The study by Ohio State University scientists is part of ongoing research comparing pulsing vs. steady-flow conditions in two experimental wetlands on the Columbus campus.
“Pulsing refers to a number of different conditions in wetlands – river pulses that happen on a seasonal basis, two-per-day coastal tides, and the rare but huge ones, like hurricanes or tsunamis,” said William Mitsch, the study’s senior author and director of the Wilma H. Schiermeier Olentangy River Wetland Research Park at Ohio State.
“Our point is that the healthiest systems and the ones with the lowest emissions of greenhouse gases are those that have these pulses and that are able to adapt to the pulses.”
The research was published in a recent issue of the journal Wetlands.
Often called the “kidneys” of the environment, wetlands act as buffer zones between land and waterways. They also act as sinks – wetlands filter out chemicals in water that runs off from farm fields, roads, parking lots and other surfaces, and hold on to them for years.

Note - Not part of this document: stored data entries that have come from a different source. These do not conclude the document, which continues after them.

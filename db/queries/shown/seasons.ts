import type { RuleKind } from "@/lib/domain/scoring/rules";
import type { Handle } from "../../client/connect";

export interface SeasonRow {
  id: string;
  number: number;
  slug: string;
  title: string;
  summary: string;
  rules: string;
  protocolVersionId: string;
  ruleVersionId: string;
  levelsDba: number[];
  headlineDba: number;
  totalDepthMaxMm: number | null;
  inletStackMaxMm: number | null;
  opensAt: Date | null;
  closesAt: Date | null;
  closedAt: Date | null;
  /** Null where bench versions of different distances count. */
  microphoneDistanceMm: number | null;
  entries: number;
  rounds: number;
}

const seasonColumns = {
  id: "s.id",
  number: "s.number",
  slug: "s.slug",
  title: "s.title",
  summary: "s.summary",
  rules: "s.rules",
  protocolVersionId: "s.protocol_version_id",
  ruleVersionId: "s.scoring_rule_version_id",
  levelsDba: "s.levels_dba",
  headlineDba: "s.headline_dba",
  totalDepthMaxMm: "s.total_depth_max_mm",
  inletStackMaxMm: "s.inlet_stack_max_mm",
  opensAt: "s.opens_at",
  closesAt: "s.closes_at",
  closedAt: "s.closed_at",
};

/** Seasons that have opened, the newest first, or the one with this address. */
export async function shownSeasons(db: Handle, { slug }: { slug?: string } = {}): Promise<SeasonRow[]> {
  return db("shown.season as s")
    .leftJoin("shown.season_count as c", "c.season_id", "s.id")
    .modify((query) => void (slug !== undefined && query.where("s.slug", slug)))
    .orderBy("s.number", "desc")
    .select(
      seasonColumns,
      db.raw(
        `(select case when count(distinct v.microphone_distance_mm) = 1 then min(v.microphone_distance_mm) end
          from shown.season_bench sb join shown.bench_version v on v.id = sb.bench_version_id
          where sb.season_id = s.id) as "microphoneDistanceMm"`,
      ),
      db.raw("coalesce(c.entries, 0) as entries"),
      db.raw("(select count(*)::int from shown.round r where r.season_id = s.id) as rounds"),
    );
}

export interface RoundRow {
  id: string;
  seasonId: string;
  number: number;
  title: string;
  publishedAt: Date;
}

export async function shownRounds(db: Handle, { seasonId }: { seasonId?: string } = {}): Promise<RoundRow[]> {
  return db("shown.round")
    .modify((query) => void (seasonId !== undefined && query.where({ season_id: seasonId })))
    .orderBy("published_at", "desc")
    .select({ id: "id", seasonId: "season_id", number: "number", title: "title", publishedAt: "published_at" });
}

export interface ShownStanding {
  id: string;
  number: number;
  ruleVersionId: string;
  ruleKind: RuleKind;
  ruleName: string;
  asOf: Date;
  draws: number;
  seed: number;
}

/** The newest standing of each rule for a season (roundId null) or a round; with `number` that one of the rule. */
export async function shownStandings(
  db: Handle,
  { seasonId, roundId }: { seasonId: string; roundId: string | null },
): Promise<ShownStanding[]> {
  const { rows }: { rows: ShownStanding[] } = await db.raw(
    `select distinct on (t.rule_version_id) t.id, t.number, t.rule_version_id as "ruleVersionId", v.kind as "ruleKind",
       v.rule_name as "ruleName", t.as_of as "asOf", t.draws, t.seed
     from shown.standing t join shown.scoring_rule_version v on v.id = t.rule_version_id
     where t.season_id = :seasonId and t.round_id is not distinct from :roundId
     order by t.rule_version_id, t.number desc`,
    { seasonId, roundId },
  );
  return rows;
}

export interface ShownStandingRow {
  entryId: string;
  slug: string | null;
  name: string;
  letter: string;
  designers: string[] | null;
  roundNumber: number | null;
  score: number | null;
  uScore: number | null;
  rank: number | null;
  rankLow: number | null;
  rankHigh: number | null;
  pFirst: number | null;
  letters: string | null;
  whyNotRanked: string | null;
  equalNoiseK: number | null;
  levelDifferenceDb: number | null;
  resistanceRatio: number | null;
}

/** A standing's rows, best first; a withdrawn entry keeps its row with its name and no address. */
export async function shownStandingRows(
  db: Handle,
  { standingId }: { standingId: string },
): Promise<ShownStandingRow[]> {
  return db("shown.standing_row as r")
    .leftJoin("shown.entry as e", "e.entry_id", "r.entry_id")
    .leftJoin("shown.withdrawal as w", "w.entry_id", "r.entry_id")
    .where("r.standing_id", standingId)
    .orderByRaw("r.rank nulls last, r.score, r.entry_id")
    .select({
      entryId: "r.entry_id",
      slug: "e.design_slug",
      name: db.raw("coalesce(e.design_name, w.design_name)"),
      letter: db.raw("coalesce(e.revision_letter, w.revision_letter)"),
      designers: "e.designers",
      roundNumber: "e.round_number",
      score: "r.score",
      uScore: "r.u_score",
      rank: "r.rank",
      rankLow: "r.rank_low",
      rankHigh: "r.rank_high",
      pFirst: "r.p_first",
      letters: "r.letters",
      whyNotRanked: "r.why_not_ranked",
      equalNoiseK: "e.equal_noise_k",
      levelDifferenceDb: "e.level_difference_db",
      resistanceRatio: "e.resistance_ratio",
    });
}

The study examined methane fluxes over a two-year period during which researchers created two different kinds of conditions in two 2.5-acre experimental wetlands. In 2004, scientists used pumps to deliver monthly pulses to create conditions in the wetlands resembling natural marshes flooded with river water. In 2005, researchers pumped approximately the same amount of water but maintained a constant flow of water through the wetlands to mimic less dynamic hydrologic conditions. In addition to methane emissions, the study also investigated other processes such as denitrification, sedimentation, and aquatic productivity.

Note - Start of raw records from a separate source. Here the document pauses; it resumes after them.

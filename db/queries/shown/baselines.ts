import type { Handle } from "../../client/connect";

export interface ShownBaselineRow {
  id: string;
  slug: string;
  name: string;
  description: string;
  blades: number | null;
}

export interface ShownUnitRow {
  id: string;
  baselineId: string;
  serial: string;
  inServiceFrom: Date;
  retiredAt: Date | null;
  retiredReason: string | null;
}

/** Baselines that open seasons count, by name, or the one with this address. */
export async function shownBaselines(db: Handle, { slug }: { slug?: string } = {}): Promise<ShownBaselineRow[]> {
  return db("shown.baseline")
    .modify((query) => void (slug !== undefined && query.where({ slug })))
    .orderBy("name")
    .select("id", "slug", "name", "description", "blades");
}

/** Units of baselines, the one that went into service first before the others. */
export async function shownUnits(
  db: Handle,
  { baselineIds }: { baselineIds: readonly string[] },
): Promise<ShownUnitRow[]> {
  return db("shown.baseline_unit")
    .whereIn("baseline_id", [...baselineIds])
    .orderBy(["in_service_from", "serial"])
    .select({
      id: "id",
      baselineId: "baseline_id",
      serial: "serial",
      inServiceFrom: "in_service_from",
      retiredAt: "retired_at",
      retiredReason: "retired_reason",
    });
}

export interface BaselineSessionRow {
  unitId: string;
  session: number;
  beganAt: Date;
  season: string;
  seasonTitle: string;
  round: number;
  bench: string;
  microphoneDistanceMm: number;
  points: unknown;
}

/** Most sessions that a page lists. */
const sessionsMost = 200;

/**
 * What published sessions read of these units, the newest first: the baseline's points as the snapshot of any entry of
 * the session froze them.
 */
export async function shownBaselineSessions(
  db: Handle,
  { unitIds }: { unitIds: readonly string[] },
): Promise<BaselineSessionRow[]> {
  const { rows }: { rows: BaselineSessionRow[] } = await db.raw(
    `with s as materialized (
       select * from shown.session where baseline_unit_id = any (:unitIds::uuid[]) and round_id is not null
       order by began_at desc, id limit :sessionsMost)
     select s.baseline_unit_id as "unitId", s.number as session, s.began_at as "beganAt", t.slug as season,
       t.title as "seasonTitle", n.number as round, b.bench_name || ', version ' || b.number as bench,
       b.microphone_distance_mm as "microphoneDistanceMm", f.points
     from s join shown.bench_version b on b.id = s.bench_version_id
       join shown.round n on n.id = s.round_id join shown.season t on t.id = n.season_id
     cross join lateral (
       select p.snapshot -> 'baselinePoints' as points
       from shown.publication_session o join shown.publication p on p.id = o.publication_id
       where o.session_id = s.id and p.snapshot ->> 'sessionId' = s.id::text limit 1) f
     order by s.began_at desc, s.id`,
    { unitIds: [...unitIds], sessionsMost },
  );
  return rows;
}

export interface AgreedRow {
  unitId: string;
  bench: string;
  microphoneDistanceMm: number;
  quantity: "level_dba" | "thermal_resistance_kpw";
  setSpeed: number;
  value: number;
  u: number;
  from: Date;
  reason: string;
  /** Numbers of the sessions that it comes from, as far as they are public. */
  sessions: number[];
}

const benchWords = "b.bench_name || ', version ' || b.number";

/** The agreed values of units on each bench version that hold now: the newest of each quantity and set speed. */
export async function shownAgreedValues(db: Handle, { unitIds }: { unitIds: readonly string[] }): Promise<AgreedRow[]> {
  const { rows }: { rows: AgreedRow[] } = await db.raw(
    `select distinct on (v.baseline_unit_id, b.bench_id, b.number, v.quantity, v.set_speed) v.baseline_unit_id as "unitId",
       ${benchWords} as bench, b.microphone_distance_mm as "microphoneDistanceMm", v.quantity,
       v.set_speed as "setSpeed", v.value, v.u, v.from_at as "from", v.reason,
       coalesce((select jsonb_agg(s.number order by s.number) from shown.baseline_session s
         where s.id = any (v.session_ids)), '[]') as sessions
     from shown.baseline_value v join shown.bench_version b on b.id = v.bench_version_id
     where v.baseline_unit_id = any (:unitIds::uuid[])
     order by v.baseline_unit_id, b.bench_id, b.number, v.quantity, v.set_speed, v.from_at desc`,
    { unitIds: [...unitIds] },
  );
  return rows;
}

export interface ShownBridgeRow {
  fromUnit: string;
  toUnit: string;
  bench: string;
  microphoneDistanceMm: number;
  quantity: "level_dba" | "thermal_resistance_kpw";
  setSpeed: number | null;
  levelDba: number | null;
  ratio: number | null;
  difference: number | null;
  u: number;
  dof: number | null;
  sessions: number;
}

/** Bridges between units of which one is given, the newest first. */
export async function shownBridges(db: Handle, { unitIds }: { unitIds: readonly string[] }): Promise<ShownBridgeRow[]> {
  return db("shown.bridge as g")
    .join("shown.bench_version as b", "b.id", "g.bench_version_id")
    .where((either) => void either.whereIn("g.unit_from", [...unitIds]).orWhereIn("g.unit_to", [...unitIds]))
    .orderBy([{ column: "g.created_at", order: "desc" }, "g.quantity", "g.level_dba", "g.set_speed"])
    .select({
      fromUnit: "g.unit_from",
      toUnit: "g.unit_to",
      bench: db.raw(benchWords),
      microphoneDistanceMm: "b.microphone_distance_mm",
      quantity: "g.quantity",
      setSpeed: "g.set_speed",
      levelDba: "g.level_dba",
      ratio: "g.ratio",
      difference: "g.difference",
      u: "g.u",
      dof: "g.dof",
      sessions: db.raw("cardinality(g.session_ids)"),
    });
}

The pulsing hydrology experiment was maintained and methane levels were measured approximately twice monthly over the two study years by Mitsch, also an environment and natural resources professor at the Olentangy River Wetland Research Park, and study co-author Anne Altor, a former Ohio State graduate student who is now a consultant in Indianapolis. During both years, more methane was emitted during the summer than during other seasons in all portions of the wetlands, with emissions about four times higher during summer in the edge zones. Consistently wet areas released more gases in the spring than did edge zones under both conditions.
Methane is composed of carbon and hydrogen, and its emissions are expressed in terms of the amount of carbon released into the atmosphere. The emissions were at their highest during the summer of the steady-flow year, when the amount of methane released from the deepest part of the wetlands averaged 18.5 milligrams of carbon per square meter of wetland surface per hour. With these wetlands covering about 5 acres, the emissions amounted to an estimated 20 pounds of carbon per day. That level was twice as high as the summertime methane emissions measured from the deepest area of the wetlands during the year of pulsing conditions.

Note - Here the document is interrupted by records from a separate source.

import type { Handle } from "../../client/connect";

/** How many designs, entries and seasons are public. */
export async function shownCounts(db: Handle): Promise<{ designs: number; entries: number; seasons: number }> {
  const row = await db("shown.total")
    .select("designs", "entries", "seasons")
    .first<{ designs: number; entries: number; seasons: number } | undefined>();
  return row ?? { designs: 0, entries: 0, seasons: 0 };
}

export interface LatestCorrection {
  number: number;
  what: string;
  publishedAt: Date;
}

/** Published corrections, the newest first. */
export async function latestCorrections(db: Handle, { limit }: { limit: number }): Promise<LatestCorrection[]> {
  return db("shown.correction")
    .orderBy("number", "desc")
    .limit(limit)
    .select({ number: "number", what: "what", publishedAt: "published_at" });
}
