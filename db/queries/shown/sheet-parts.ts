import type { Handle } from "../../client/connect";
import { protocolColumns, type ProtocolColumns } from "../protocol-columns";

export interface WithdrawalRow {
  entryId: string;
  reason: string;
  at: Date;
  name: string;
  letter: string;
}

/** Stubs of a design's withdrawn entries, the newest first; empty for none. */
export async function shownWithdrawals(db: Handle, { slug }: { slug: string }): Promise<WithdrawalRow[]> {
  return db("shown.withdrawal")
    .where({ design_slug: slug })
    .orderBy("at", "desc")
    .select({ entryId: "entry_id", reason: "reason", at: "at", name: "design_name", letter: "revision_letter" });
}

/** Whether all that was ever public of the design at an address was withdrawn, so that only a stub is left. */
export async function nothingLeftOf(db: Handle, { slug }: { slug: string }): Promise<boolean> {
  const { rows }: { rows: { gone: boolean }[] } = await db.raw(
    `select exists (select 1 from shown.withdrawal where design_slug = :slug)
       and not exists (select 1 from shown.entry where design_slug = :slug) as gone`,
    { slug },
  );
  return rows[0]?.gone ?? false;
}

export interface ShownProtocolRow extends ProtocolColumns {
  name: string;
  version: number;
}

/** A protocol version that a season uses, by id. */
export async function shownProtocol(
  db: Handle,
  { protocolVersionId }: { protocolVersionId: string },
): Promise<ShownProtocolRow | undefined> {
  return db("shown.protocol_version")
    .where({ id: protocolVersionId })
    .first({
      name: "protocol_name",
      version: "number",
      ...protocolColumns,
    });
}

export interface EntryRankRow {
  roundId: string | null;
  number: number;
  asOf: Date;
  rank: number | null;
  low: number | null;
  high: number | null;
  whyNotRanked: string | null;
  of: number;
}

/** An entry's places in all standings of its season under one rule, the oldest first; `of` counts those ranked. */
export async function shownRanksOfEntry(
  db: Handle,
  { entryId, seasonId, ruleVersionId }: { entryId: string; seasonId: string; ruleVersionId: string },
): Promise<EntryRankRow[]> {
  return db("shown.standing_row as r")
    .join("shown.standing as t", "t.id", "r.standing_id")
    .where({ "r.entry_id": entryId, "t.season_id": seasonId, "t.rule_version_id": ruleVersionId })
    .orderBy("t.number")
    .select({
      roundId: "t.round_id",
      number: "t.number",
      asOf: "t.as_of",
      rank: "r.rank",
      low: "r.rank_low",
      high: "r.rank_high",
      whyNotRanked: "r.why_not_ranked",
      of: db.raw(
        "(select count(*)::int from shown.standing_row o where o.standing_id = r.standing_id and o.rank is not null)",
      ),
    });
}

export interface SpecimenRow {
  number: number;
  material: string;
  layerHeightMm: number | null;
  nozzleMm: number | null;
  infillPercent: number | null;
  walls: number | null;
  note: string;
}

/** Printed copies that were measured, by id. */
export async function shownSpecimens(
  db: Handle,
  { specimenIds }: { specimenIds: readonly string[] },
): Promise<SpecimenRow[]> {
  return db("shown.specimen")
    .whereIn("id", [...specimenIds])
    .orderBy("number")
    .select({
      number: "number",
      material: "material",
      layerHeightMm: "layer_height_mm",
      nozzleMm: "nozzle_mm",
      infillPercent: "infill_percent",
      walls: "walls",
      note: "note",
    });
}

export interface AttachmentRow {
  attachmentId: string;
  fileId: string;
  name: string;
  role: string;
  bytes: number;
  sha256: string;
  takenDownAt: Date | null;
  reason: string | null;
}

/** Files of a public revision in their order; those taken down keep name, hash, date and reason. */
export async function shownAttachments(db: Handle, { revisionId }: { revisionId: string }): Promise<AttachmentRow[]> {
  return db("shown.attachment").where({ revision_id: revisionId }).orderBy(["ordinal", "id"]).select({
    attachmentId: "id",
    fileId: "file_id",
    name: "name",
    role: "role",
    bytes: "bytes",
    sha256: "sha256",
    takenDownAt: "taken_down_at",
    reason: "reason",
  });
}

The average levels of methane emissions in the deepest water of the wetlands over the course of the study were 6 pounds of carbon per day in the pulsing year and almost 12 pounds of carbon per day during the steady-flow year.
The researchers suggested that slightly warmer soil temperatures and less fluctuation in water levels during the steady-flow year created conditions that promoted the production of methane.
A simultaneous study of carbon collection in the wetlands showed that the different water conditions had no significant effect on how much carbon was stored by the wetlands. Many experts suggest that the benefits of wetlands’ carbon storage capacity offset any damage resulting from their methane emissions.
Mitsch noted that pulses from storms not only help dissipate one negative effect of wetlands, but also serve as a reminder of how wetlands function to absorb the surge.
“If we didn’t have salt marshes and mangroves in subtropical and tropical coastal areas of the United States, it’s safe to say these current storms would have even more damaging effects,” he said.
“When you lose wetlands, you’ve lost a place for floodwater to go,” Mitsch noted. “Mother Nature is better at withstanding these pulses than we are. Whether it’s a flooding river or a hurricane, no matter what those pulses are, if there’s a natural ecosystem to absorb them, then we as humans would be safer.”
This research was supported by the U.S. Department of Agriculture, a Payne Grant from the Ohio Agricultural Research and Development Center, the Wilma H. Schiermeier Olentangy River Wetland Research Park, the U.S. Environmental Protection Agency, and a Rhonda and Paul Sipp Wetland Research Award.